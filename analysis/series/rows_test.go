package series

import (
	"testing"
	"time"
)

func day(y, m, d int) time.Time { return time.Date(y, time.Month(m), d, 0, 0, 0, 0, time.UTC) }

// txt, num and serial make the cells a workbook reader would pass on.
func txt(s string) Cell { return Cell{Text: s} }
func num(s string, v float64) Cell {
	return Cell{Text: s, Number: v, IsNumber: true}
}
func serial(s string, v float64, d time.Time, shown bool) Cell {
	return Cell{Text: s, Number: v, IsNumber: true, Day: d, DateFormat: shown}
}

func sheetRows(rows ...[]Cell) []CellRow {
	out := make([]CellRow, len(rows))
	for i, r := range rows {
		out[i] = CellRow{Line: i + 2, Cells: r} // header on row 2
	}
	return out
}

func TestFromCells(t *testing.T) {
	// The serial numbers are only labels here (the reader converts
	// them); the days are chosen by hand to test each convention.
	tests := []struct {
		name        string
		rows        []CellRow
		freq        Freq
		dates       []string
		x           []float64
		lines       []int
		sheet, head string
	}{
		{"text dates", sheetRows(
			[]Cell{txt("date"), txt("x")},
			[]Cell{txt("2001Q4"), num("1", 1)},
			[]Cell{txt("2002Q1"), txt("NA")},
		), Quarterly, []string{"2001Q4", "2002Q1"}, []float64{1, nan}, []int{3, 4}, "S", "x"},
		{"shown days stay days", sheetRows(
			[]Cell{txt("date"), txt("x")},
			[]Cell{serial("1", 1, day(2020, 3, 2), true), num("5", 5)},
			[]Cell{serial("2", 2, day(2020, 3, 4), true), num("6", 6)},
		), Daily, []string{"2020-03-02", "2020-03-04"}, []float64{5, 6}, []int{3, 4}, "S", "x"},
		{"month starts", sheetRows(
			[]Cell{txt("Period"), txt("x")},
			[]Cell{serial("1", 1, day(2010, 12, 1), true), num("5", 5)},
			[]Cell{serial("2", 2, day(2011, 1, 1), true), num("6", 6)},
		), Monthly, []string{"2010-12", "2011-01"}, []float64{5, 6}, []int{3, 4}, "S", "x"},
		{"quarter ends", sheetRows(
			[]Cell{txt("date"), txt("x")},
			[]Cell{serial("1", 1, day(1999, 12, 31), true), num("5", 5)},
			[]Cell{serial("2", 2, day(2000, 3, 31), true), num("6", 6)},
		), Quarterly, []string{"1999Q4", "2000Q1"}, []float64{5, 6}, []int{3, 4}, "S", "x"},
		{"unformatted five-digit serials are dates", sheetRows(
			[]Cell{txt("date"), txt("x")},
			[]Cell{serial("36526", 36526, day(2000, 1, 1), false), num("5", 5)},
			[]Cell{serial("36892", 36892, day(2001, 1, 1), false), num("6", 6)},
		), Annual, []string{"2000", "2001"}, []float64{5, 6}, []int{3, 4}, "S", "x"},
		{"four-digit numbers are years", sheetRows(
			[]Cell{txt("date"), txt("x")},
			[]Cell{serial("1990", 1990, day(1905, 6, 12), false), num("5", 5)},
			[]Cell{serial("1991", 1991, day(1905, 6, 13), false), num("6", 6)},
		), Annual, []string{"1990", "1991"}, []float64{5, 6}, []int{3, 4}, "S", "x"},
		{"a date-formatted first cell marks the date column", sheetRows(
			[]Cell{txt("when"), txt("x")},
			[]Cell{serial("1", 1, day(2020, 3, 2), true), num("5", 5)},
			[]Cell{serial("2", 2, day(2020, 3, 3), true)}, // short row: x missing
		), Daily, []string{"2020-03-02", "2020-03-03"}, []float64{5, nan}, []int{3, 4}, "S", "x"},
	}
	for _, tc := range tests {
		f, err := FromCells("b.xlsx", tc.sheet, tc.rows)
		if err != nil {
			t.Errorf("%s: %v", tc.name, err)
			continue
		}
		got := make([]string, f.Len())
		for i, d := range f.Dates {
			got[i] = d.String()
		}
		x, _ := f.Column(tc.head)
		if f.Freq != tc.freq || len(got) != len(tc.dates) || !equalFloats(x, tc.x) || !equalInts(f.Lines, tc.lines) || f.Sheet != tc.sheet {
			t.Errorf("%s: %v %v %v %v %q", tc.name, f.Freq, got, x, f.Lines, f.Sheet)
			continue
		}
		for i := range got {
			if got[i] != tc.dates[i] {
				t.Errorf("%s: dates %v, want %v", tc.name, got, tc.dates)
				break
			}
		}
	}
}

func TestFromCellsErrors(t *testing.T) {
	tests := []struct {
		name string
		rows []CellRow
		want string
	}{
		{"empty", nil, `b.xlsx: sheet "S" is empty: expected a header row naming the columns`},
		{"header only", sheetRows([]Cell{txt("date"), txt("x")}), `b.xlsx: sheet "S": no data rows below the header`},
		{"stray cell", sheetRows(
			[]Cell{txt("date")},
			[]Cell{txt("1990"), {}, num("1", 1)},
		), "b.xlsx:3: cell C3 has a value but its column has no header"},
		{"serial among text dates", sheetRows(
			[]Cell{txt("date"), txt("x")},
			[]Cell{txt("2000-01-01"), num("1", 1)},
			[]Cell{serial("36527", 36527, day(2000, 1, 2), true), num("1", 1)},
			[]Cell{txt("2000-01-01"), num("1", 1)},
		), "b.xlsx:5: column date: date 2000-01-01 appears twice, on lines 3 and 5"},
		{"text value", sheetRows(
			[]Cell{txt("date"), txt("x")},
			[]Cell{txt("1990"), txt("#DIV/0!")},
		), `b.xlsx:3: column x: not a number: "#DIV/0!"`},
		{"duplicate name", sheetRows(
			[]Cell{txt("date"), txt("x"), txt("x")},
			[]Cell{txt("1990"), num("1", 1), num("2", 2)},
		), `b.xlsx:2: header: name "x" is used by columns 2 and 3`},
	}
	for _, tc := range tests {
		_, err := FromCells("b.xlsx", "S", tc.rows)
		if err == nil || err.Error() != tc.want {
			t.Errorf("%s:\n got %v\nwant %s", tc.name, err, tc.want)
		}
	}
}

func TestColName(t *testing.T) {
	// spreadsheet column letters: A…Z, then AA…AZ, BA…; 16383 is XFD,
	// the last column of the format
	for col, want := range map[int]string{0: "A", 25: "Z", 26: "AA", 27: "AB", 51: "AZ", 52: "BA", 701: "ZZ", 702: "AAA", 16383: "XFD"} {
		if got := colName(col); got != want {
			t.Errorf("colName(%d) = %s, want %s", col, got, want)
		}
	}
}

● ● ● ● ●

-- About this exercise --
The listing above is to be written out again word for word.

-- Answer box --
filename analysis/series/rows_test.go
package series

import (
	"testing"
	"time"
)

func day(y, m, d int) time.Time { return time.Date(y, time.Month(m), d, 0, 0, 0, 0, time.UTC) }

// txt, num and serial make the cells a workbook reader would pass on.
func txt(s string) Cell { return Cell{Text: s} }
func num(s string, v float64) Cell {
	return Cell{Text: s, Number: v, IsNumber: true}
}
func serial(s string, v float64, d time.Time, shown bool) Cell {
	return Cell{Text: s, Number: v, IsNumber: true, Day: d, DateFormat: shown}
}

func sheetRows(rows ...[]Cell) []CellRow {
	out := make([]CellRow, len(rows))
	for i, r := range rows {
		out[i] = CellRow{Line: i + 2, Cells: r} // header on row 2
	}
	return out
}

func TestFromCells(t *testing.T) {
	// The serial numbers are only labels here (the reader converts
	// them); the days are chosen by hand to test each convention.
	tests := []struct {
		name        string
		rows        []CellRow
		freq        Freq
		dates       []string
		x           []float64
		lines       []int
		sheet, head string
	}{
		{"text dates", sheetRows(
			[]Cell{txt("date"), txt("x")},
			[]Cell{txt("2001Q4"), num("1", 1)},
			[]Cell{txt("2002Q1"), txt("NA")},
		), Quarterly, []string{"2001Q4", "2002Q1"}, []float64{1, nan}, []int{3, 4}, "S", "x"},
		{"shown days stay days", sheetRows(
			[]Cell{txt("date"), txt("x")},
			[]Cell{serial("1", 1, day(2020, 3, 2), true), num("5", 5)},
			[]Cell{serial("2", 2, day(2020, 3, 4), true), num("6", 6)},
		), Daily, []string{"2020-03-02", "2020-03-04"}, []float64{5, 6}, []int{3, 4}, "S", "x"},
		{"month starts", sheetRows(
			[]Cell{txt("Period"), txt("x")},
			[]Cell{serial("1", 1, day(2010, 12, 1), true), num("5", 5)},
			[]Cell{serial("2", 2, day(2011, 1, 1), true), num("6", 6)},
		), Monthly, []string{"2010-12", "2011-01"}, []float64{5, 6}, []int{3, 4}, "S", "x"},
		{"quarter ends", sheetRows(
			[]Cell{txt("date"), txt("x")},
			[]Cell{serial("1", 1, day(1999, 12, 31), true), num("5", 5)},
			[]Cell{serial("2", 2, day(2000, 3, 31), true), num("6", 6)},
		), Quarterly, []string{"1999Q4", "2000Q1"}, []float64{5, 6}, []int{3, 4}, "S", "x"},
		{"unformatted five-digit serials are dates", sheetRows(
			[]Cell{txt("date"), txt("x")},
			[]Cell{serial("36526", 36526, day(2000, 1, 1), false), num("5", 5)},
			[]Cell{serial("36892", 36892, day(2001, 1, 1), false), num("6", 6)},
		), Annual, []string{"2000", "2001"}, []float64{5, 6}, []int{3, 4}, "S", "x"},
		{"four-digit numbers are years", sheetRows(
			[]Cell{txt("date"), txt("x")},
			[]Cell{serial("1990", 1990, day(1905, 6, 12), false), num("5", 5)},
			[]Cell{serial("1991", 1991, day(1905, 6, 13), false), num("6", 6)},
		), Annual, []string{"1990", "1991"}, []float64{5, 6}, []int{3, 4}, "S", "x"},
		{"a date-formatted first cell marks the date column", sheetRows(
			[]Cell{txt("when"), txt("x")},
			[]Cell{serial("1", 1, day(2020, 3, 2), true), num("5", 5)},
			[]Cell{serial("2", 2, day(2020, 3, 3), true)}, // short row: x missing
		), Daily, []string{"2020-03-02", "2020-03-03"}, []float64{5, nan}, []int{3, 4}, "S", "x"},
	}
	for _, tc := range tests {
		f, err := FromCells("b.xlsx", tc.sheet, tc.rows)
		if err != nil {
			t.Errorf("%s: %v", tc.name, err)
			continue
		}
		got := make([]string, f.Len())
		for i, d := range f.Dates {
			got[i] = d.String()
		}
		x, _ := f.Column(tc.head)
		if f.Freq != tc.freq || len(got) != len(tc.dates) || !equalFloats(x, tc.x) || !equalInts(f.Lines, tc.lines) || f.Sheet != tc.sheet {
			t.Errorf("%s: %v %v %v %v %q", tc.name, f.Freq, got, x, f.Lines, f.Sheet)
			continue
		}
		for i := range got {
			if got[i] != tc.dates[i] {
				t.Errorf("%s: dates %v, want %v", tc.name, got, tc.dates)
				break
			}
		}
	}
}

func TestFromCellsErrors(t *testing.T) {
	tests := []struct {
		name string
		rows []CellRow
		want string
	}{
		{"empty", nil, `b.xlsx: sheet "S" is empty: expected a header row naming the columns`},
		{"header only", sheetRows([]Cell{txt("date"), txt("x")}), `b.xlsx: sheet "S": no data rows below the header`},
		{"stray cell", sheetRows(
			[]Cell{txt("date")},
			[]Cell{txt("1990"), {}, num("1", 1)},
		), "b.xlsx:3: cell C3 has a value but its column has no header"},
		{"serial among text dates", sheetRows(
			[]Cell{txt("date"), txt("x")},
			[]Cell{txt("2000-01-01"), num("1", 1)},
			[]Cell{serial("36527", 36527, day(2000, 1, 2), true), num("1", 1)},
			[]Cell{txt("2000-01-01"), num("1", 1)},
		), "b.xlsx:5: column date: date 2000-01-01 appears twice, on lines 3 and 5"},
		{"text value", sheetRows(
			[]Cell{txt("date"), txt("x")},
			[]Cell{txt("1990"), txt("#DIV/0!")},
		), `b.xlsx:3: column x: not a number: "#DIV/0!"`},
		{"duplicate name", sheetRows(
			[]Cell{txt("date"), txt("x"), txt("x")},
			[]Cell{txt("1990"), num("1", 1), num("2", 2)},
		), `b.xlsx:2: header: name "x" is used by columns 2 and 3`},
	}
	for _, tc := range tests {
		_, err := FromCells("b.xlsx", "S", tc.rows)
		if err == nil || err.Error() != tc.want {
			t.Errorf("%s:\n got %v\nwant %s", tc.name, err, tc.want)
		}
	}
}

func TestColName(t *testing.T) {
	// spreadsheet column letters: A…Z, then AA…AZ, BA…; 16383 is XFD,
	// the last column of the format
	for col, want := range map[int]string{0: "A", 25: "Z", 26: "AA", 27: "AB", 51: "AZ", 52: "BA", 701: "ZZ", 702: "AAA", 16383: "XFD"} {
		if got := colName(col); got != want {
			t.Errorf("colName(%d) = %s, want %s", col, got, want)
		}
	}
}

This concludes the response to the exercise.